§ **What this task involves**: For the material that follows, state how many lines contain the word "Fritsch", and add nothing.

------------------------

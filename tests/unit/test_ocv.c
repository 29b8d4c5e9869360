/* The open-circuit curve against SciPy's PchipInterpolator (vectors/make_ocv.py), against published
 * worked values, and against what must hold for any table. */
#include "core/ocv.h"
#include "util/cleanup.h"
#include "util/real.h"

#include "unit/seeded.h"
#include "unit/vectors/ocv_vectors.h"

#include <glob.h>
#include <math.h>
#include <setjmp.h>
#include <stdarg.h>
#include <stddef.h>
#include <stdint.h>
#include <string.h>

#include <cmocka.h>

#define COUNT(array) (sizeof(array) / sizeof(*(array)))

static void near(const char *what, double got, double wanted, double most) {
    if (!(fabs(got - wanted) <= most))
        fail_msg("%s: %.15g, wanted %.15g within %g", what, got, wanted, most);
}

static struct ocv made(const double *charge, const double *voltage_V, size_t n) {
    struct ocv ocv;

    assert_int_equal(ocv_init(&ocv, charge, voltage_V, n), 0);
    return ocv;
}

static void same_as_scipy(void **state) {
    (void)state;
    for (size_t k = 0; k < COUNT(OCV_VECTORS); k++) {
        const struct ocv_vector *v = &OCV_VECTORS[k];
        struct ocv ocv = made(v->charge, v->voltage_V, v->n);
        double voltage_V, slope_V;

        for (size_t i = 0; i < v->n; i++) {
            near(v->name, ocv.slope_V[i], v->slope_V[i], 1e-9);
            near(v->name, ocv_voltage(&ocv, v->charge[i]), v->voltage_V[i], 1e-12);
        }
        for (size_t i = 0; i < v->n_at; i++) {
            near(v->name, ocv_voltage(&ocv, v->at[i]), v->at_V[i], 1e-9);
            near(v->name, ocv_slope(&ocv, v->at[i]), v->at_slope_V[i], 1e-9);
            ocv_at(&ocv, v->at[i], &voltage_V, &slope_V);
            near(v->name, voltage_V, v->at_V[i], 1e-9);
            near(v->name, slope_V, v->at_slope_V[i], 1e-9);
        }
        for (size_t i = 0; i < v->n_back; i++)
            near(v->name, ocv_charge(&ocv, v->back_V[i]), v->back[i], 1e-9);
    }
}

/* Fritsch and Carlson, SIAM J. Numer. Anal. 17 (1980) 238-246: data set RPN 14. The figures are
 * those of the weighted harmonic mean (Fritsch and Butland 1984), not of the 1980 rule. */
static void published_data_set(void **state) {
    (void)state;
    static const double x[] = {7.99, 8.09, 8.19, 8.7, 9.2, 10, 12, 15, 20};
    static const double y[] = {0,        2.76429e-5, 4.37498e-2, 0.169183, 0.469428,
                               0.943740, 0.998636,   0.999919,   0.999994};
    static const double slopes[] = {0,          5.5250868e-4, .33587683,    .34944917, .59695824,
                                    .060321846, 9.0039538e-4, 3.1424684e-5, 0};
    static const double at[][2] = {{8.0, 2.7674339e-7}, {8.14, .017697167}, {8.5, .11663258},
                                   {9, .33753433},      {9.5, .68521795},   {11, .98604336},
                                   {13, .99936182},     {18, .99998268}};
    struct ocv ocv = made(x, y, COUNT(x));

    for (size_t i = 0; i < COUNT(x); i++)
        near("RPN 14, slope", ocv.slope_V[i], slopes[i], 6e-9);
    for (size_t i = 0; i < COUNT(at); i++)
        near("RPN 14, value", ocv_voltage(&ocv, at[i][0]), at[i][1], 6e-9);
}

static void plateau(void **state) {
    (void)state;
    static const double x[] = {0, 1, 2, 3}, y[] = {0, 1, 1, 2}, slopes[] = {1.5, 0, 0, 1.5};
    struct ocv ocv = made(x, y, 4);

    for (size_t i = 0; i < 4; i++)
        assert_true(ocv.slope_V[i] == slopes[i]);
    near("before", ocv_voltage(&ocv, 0.5), 0.6875, 1e-15);
    for (double z = 1.0; z <= 2.0; z += 0.125) {
        assert_true(ocv_voltage(&ocv, z) == 1.0);
        assert_true(ocv_slope(&ocv, z) == 0.0);
    }
    near("after", ocv_voltage(&ocv, 2.5), 1.3125, 1e-15);
    assert_true(ocv_charge(&ocv, 1.0) == 1.5);
}

/* The kernel's table with 3684 mV at both 12 and 13 %: the middle, and nothing skipped beside. */
static void flat_step_of_a_published_table(void **state) {
    (void)state;
    const struct ocv_vector *v = NULL;
    struct ocv ocv;

    for (size_t k = 0; k < COUNT(OCV_VECTORS); k++)
        if (!strcmp(OCV_VECTORS[k].name, "flat step"))
            v = &OCV_VECTORS[k];
    assert_non_null(v);
    ocv = made(v->charge, v->voltage_V, v->n);
    near("step", ocv_charge(&ocv, 3.684), 0.125, 1e-15);
    assert_true(ocv_charge(&ocv, 3.684 - 1e-6) < 0.12);
    assert_true(ocv_charge(&ocv, 3.684 + 1e-6) > 0.13);
    near("under the step", ocv_voltage(&ocv, ocv_charge(&ocv, 3.6835)), 3.6835, 1e-9);
}

static void flat_at_the_ends(void **state) {
    (void)state;
    static const double x[] = {0, 0.2, 0.8, 1}, y[] = {3.0, 3.0, 4.0, 4.0};
    struct ocv ocv = made(x, y, 4);

    near("low end", ocv_charge(&ocv, 3.0), 0.1, 1e-15);
    near("high end", ocv_charge(&ocv, 4.0), 0.9, 1e-15);
    assert_true(ocv_charge(&ocv, 2.9) == 0.0);
    assert_true(ocv_charge(&ocv, 4.1) == 1.0);
    assert_true(ocv_voltage(&ocv, -1.0) == 3.0);
    assert_true(ocv_voltage(&ocv, 2.0) == 4.0);
}

static void beyond_the_table(void **state) {
    (void)state;
    static const double x[] = {0, 0.1, 1}, y[] = {3.0, 3.6, 4.2};
    struct ocv ocv = made(x, y, 3);

    near("below", ocv_voltage(&ocv, -0.02), 3.0 - 0.02 * ocv.slope_V[0], 1e-15);
    near("above", ocv_voltage(&ocv, 1.05), 4.2 + 0.05 * ocv.slope_V[2], 1e-15);
    assert_true(ocv_slope(&ocv, -5.0) == ocv.slope_V[0]);
    assert_true(ocv_slope(&ocv, 5.0) == ocv.slope_V[2]);
    assert_true(ocv_charge(&ocv, 2.0) == 0.0);
    assert_true(ocv_charge(&ocv, 5.0) == 1.0);
}

/* Unknown is never empty: a voltage that is no number has no charge. */
static void unknown_stays_unknown(void **state) {
    (void)state;
    static const double x[] = {0, 0.1, 1};
    static const double rising[] = {3.0, 3.6, 4.2}, flat[] = {3.0, 3.0, 4.2};
    struct ocv a = made(x, rising, 3), b = made(x, flat, 3);

    assert_true(isnan(ocv_charge(&a, UNKNOWN)));
    assert_true(isnan(ocv_charge(&b, UNKNOWN)));
    assert_true(isnan(ocv_voltage(&a, UNKNOWN)));
    assert_true(isnan(ocv_slope(&a, UNKNOWN)));
    assert_true(ocv_charge(&b, ENDLESS) == 1.0);
    assert_true(ocv_charge(&b, -ENDLESS) == 0.0);
}

static void refused(size_t n, const double *x, const double *y, int error) {
    struct ocv ocv, before;

    memset(&ocv, 0x5a, sizeof(ocv));
    before = ocv;
    assert_int_equal(ocv_init(&ocv, x, y, n), error);
    assert_memory_equal(&ocv, &before, sizeof(ocv));
}

static void bad_tables(void **state) {
    (void)state;
    static double many[OCV_POINTS_MAX + 1], volts[OCV_POINTS_MAX + 1];
    const double x[] = {0, 0.5, 1}, y[] = {3, 3.7, 4.2};

    for (size_t i = 0; i < COUNT(many); i++)
        many[i] = volts[i] = (double)i / OCV_POINTS_MAX;
    refused(0, x, y, OCV_E_SIZE);
    refused(1, x, y, OCV_E_SIZE);
    refused(OCV_POINTS_MAX + 1, many, volts, OCV_E_SIZE);
    refused(SIZE_MAX, x, y, OCV_E_SIZE);
    refused(3, (double[]){0, 0.5, 0.5}, y, OCV_E_ORDER);
    refused(3, (double[]){0, 0.7, 0.5}, y, OCV_E_ORDER);
    refused(3, x, (double[]){3, 2.9999, 4.2}, OCV_E_ORDER);
    refused(3, (double[]){0, UNKNOWN, 1}, y, OCV_E_NUMBER);
    refused(3, x, (double[]){3, 3.7, UNKNOWN}, OCV_E_NUMBER);
    refused(3, x, (double[]){3, 3.7, ENDLESS}, OCV_E_NUMBER);
    refused(3, (double[]){-ENDLESS, 0.5, 1}, y, OCV_E_NUMBER);
    /* finite numbers between which the slope is not */
    refused(3, (double[]){0, 1e-320, 1}, y, OCV_E_NUMBER);
    refused(2, x, (double[]){-1.7e308, 1.7e308}, OCV_E_NUMBER);
}

/* ---- properties -------------------------------------------------------------------------------
 */

/* A table of n points; a share of the steps is flat. */
static struct ocv any_table(gsl_rng *random, size_t n, double flat) {
    double x[OCV_POINTS_MAX], y[OCV_POINTS_MAX], width = 0.0;

    for (size_t i = 0; i < n; i++) {
        double rise = exp(8.0 * gsl_rng_uniform(random) - 8.0);

        x[i] = i ? x[i - 1] + exp(6.0 * gsl_rng_uniform(random) - 6.0) : 0.0;
        y[i] = i ? y[i - 1] + (gsl_rng_uniform(random) < flat ? 0.0 : rise) : 2.0;
        width = x[i];
    }
    for (size_t i = 0; i < n; i++)
        x[i] /= width;
    return made(x, y, n);
}

static void never_falls_never_overshoots(void **state) {
    (void)state;
    scoped(seeded_free_p) gsl_rng *random = seeded_new("never_falls_never_overshoots");

    for (int round = 0; round < 400; round++) {
        size_t n = 2 + gsl_rng_uniform_int(random, OCV_POINTS_MAX - 1);
        struct ocv ocv = any_table(random, n, 0.2);
        double before = ocv.voltage_V[0];

        for (size_t i = 0; i + 1 < n; i++)
            for (int part = 0; part <= 16; part++) {
                double z = ocv.charge[i] + part / 16.0 * (ocv.charge[i + 1] - ocv.charge[i]);
                double v = ocv_voltage(&ocv, z), ulp = 1e-13 * ocv.voltage_V[n - 1];

                assert_true(ocv_slope(&ocv, z) >= 0.0);
                assert_true(v >= before - ulp);
                assert_true(v >= ocv.voltage_V[i] - ulp && v <= ocv.voltage_V[i + 1] + ulp);
                before = v;
            }
    }
}

static void slope_is_the_derivative(void **state) {
    (void)state;
    scoped(seeded_free_p) gsl_rng *random = seeded_new("slope_is_the_derivative");

    for (int round = 0; round < 400; round++) {
        struct ocv ocv = any_table(random, 2 + gsl_rng_uniform_int(random, 30), 0.2);
        size_t i = gsl_rng_uniform_int(random, ocv.n - 1);
        double width = ocv.charge[i + 1] - ocv.charge[i], h = 1e-4 * width;
        double z = ocv.charge[i] + width * (0.01 + 0.98 * gsl_rng_uniform(random));
        double difference = (ocv_voltage(&ocv, z + h) - ocv_voltage(&ocv, z - h)) / (2.0 * h);

        near("slope", ocv_slope(&ocv, z) * width, difference * width,
             1e-7 * (ocv.voltage_V[i + 1] - ocv.voltage_V[i]) + 1e-10);
    }
}

static void inverse_undoes_value(void **state) {
    (void)state;
    scoped(seeded_free_p) gsl_rng *random = seeded_new("inverse_undoes_value");

    for (int round = 0; round < 2000; round++) {
        struct ocv ocv = any_table(random, 2 + gsl_rng_uniform_int(random, 60), 0.0);
        double z = gsl_rng_uniform(random), v = ocv_voltage(&ocv, z), back = ocv_charge(&ocv, v);

        /* the voltage to its last bits; the charge as sharply as the slope allows */
        near("voltage", ocv_voltage(&ocv, back), v, 1e-13 * ocv.voltage_V[ocv.n - 1]);
        near("charge", back, z, 1e-9 + 1e-12 / fmax(ocv_slope(&ocv, z), 1e-12));
        assert_true(ocv_charge(&ocv, v + 1e-6) >= back);
    }
}

/* ---- published curves -------------------------------------------------------------------------
 */

static size_t read_curve(const char *path, double *charge, double *voltage_V) {
    scoped(fclose_p) FILE *file = fopen(path, "re");
    char line[512];
    size_t n = 0;

    assert_non_null(file);
    while (fgets(line, sizeof(line), file) && n < OCV_POINTS_MAX)
        if (sscanf(line, "%lf,%lf", &charge[n], &voltage_V[n]) == 2)
            n++;
    return n;
}

static void there_and_back(const char *path) {
    double charge[OCV_POINTS_MAX], voltage_V[OCV_POINTS_MAX];
    size_t n = read_curve(path, charge, voltage_V);
    struct ocv ocv;

    /* on the plateau of an iron phosphate cell the measured voltage dips by its noise */
    if (ocv_init(&ocv, charge, voltage_V, n) == OCV_E_ORDER)
        for (size_t i = 1; i < n; i++) {
            assert_true(voltage_V[i] > voltage_V[i - 1] - 0.005);
            voltage_V[i] = fmax(voltage_V[i], voltage_V[i - 1]);
        }
    if (n < 2 || ocv_init(&ocv, charge, voltage_V, n))
        fail_msg("%s: %zu points that are no curve", path, n);
    for (int i = 0; i <= 1000; i++) {
        double z = charge[0] + i / 1000.0 * (charge[n - 1] - charge[0]), v = ocv_voltage(&ocv, z);
        double back = ocv_charge(&ocv, v);

        near(path, ocv_voltage(&ocv, back), v, 1e-12);
        if (ocv_slope(&ocv, z) > 0.001)
            near(path, back, z, 1e-9);
    }
}

static void published_curves(void **state) {
    (void)state;
    const char *roots[] = {getenv("BRINK_SHARED"), "../shared", "/work/shared"};
    glob_t files = {0};

    for (size_t i = 0; i < COUNT(roots) && files.gl_pathc == 0; i++) {
        char pattern[512];

        if (!roots[i])
            continue;
        (void)snprintf(pattern, sizeof(pattern), "%s/data/tables/ocv_model/*.csv", roots[i]);
        (void)glob(pattern, 0, NULL, &files);
        (void)snprintf(pattern, sizeof(pattern), "%s/data/tables/ocv_measured/*[0-9n].csv",
                       roots[i]);
        (void)glob(pattern, GLOB_APPEND, NULL, &files);
    }
    if (files.gl_pathc == 0) {
        printf("skip: published curves: no data/tables in BRINK_SHARED or ../shared\n");
        skip();
    }
    for (size_t i = 0; i < files.gl_pathc; i++)
        there_and_back(files.gl_pathv[i]);
    printf("%zu published curves there and back\n", files.gl_pathc);
    globfree(&files);
}

int main(void) {
    const struct CMUnitTest tests[] = {
        cmocka_unit_test(same_as_scipy),
        cmocka_unit_test(published_data_set),
        cmocka_unit_test(plateau),
        cmocka_unit_test(flat_step_of_a_published_table),
        cmocka_unit_test(flat_at_the_ends),
        cmocka_unit_test(beyond_the_table),
        cmocka_unit_test(unknown_stays_unknown),
        cmocka_unit_test(bad_tables),
        cmocka_unit_test(never_falls_never_overshoots),
        cmocka_unit_test(slope_is_the_derivative),
        cmocka_unit_test(inverse_undoes_value),
        cmocka_unit_test(published_curves),
    };

    return cmocka_run_group_tests(tests, NULL, NULL);
}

------------------------

§ **Exercise answer**: 2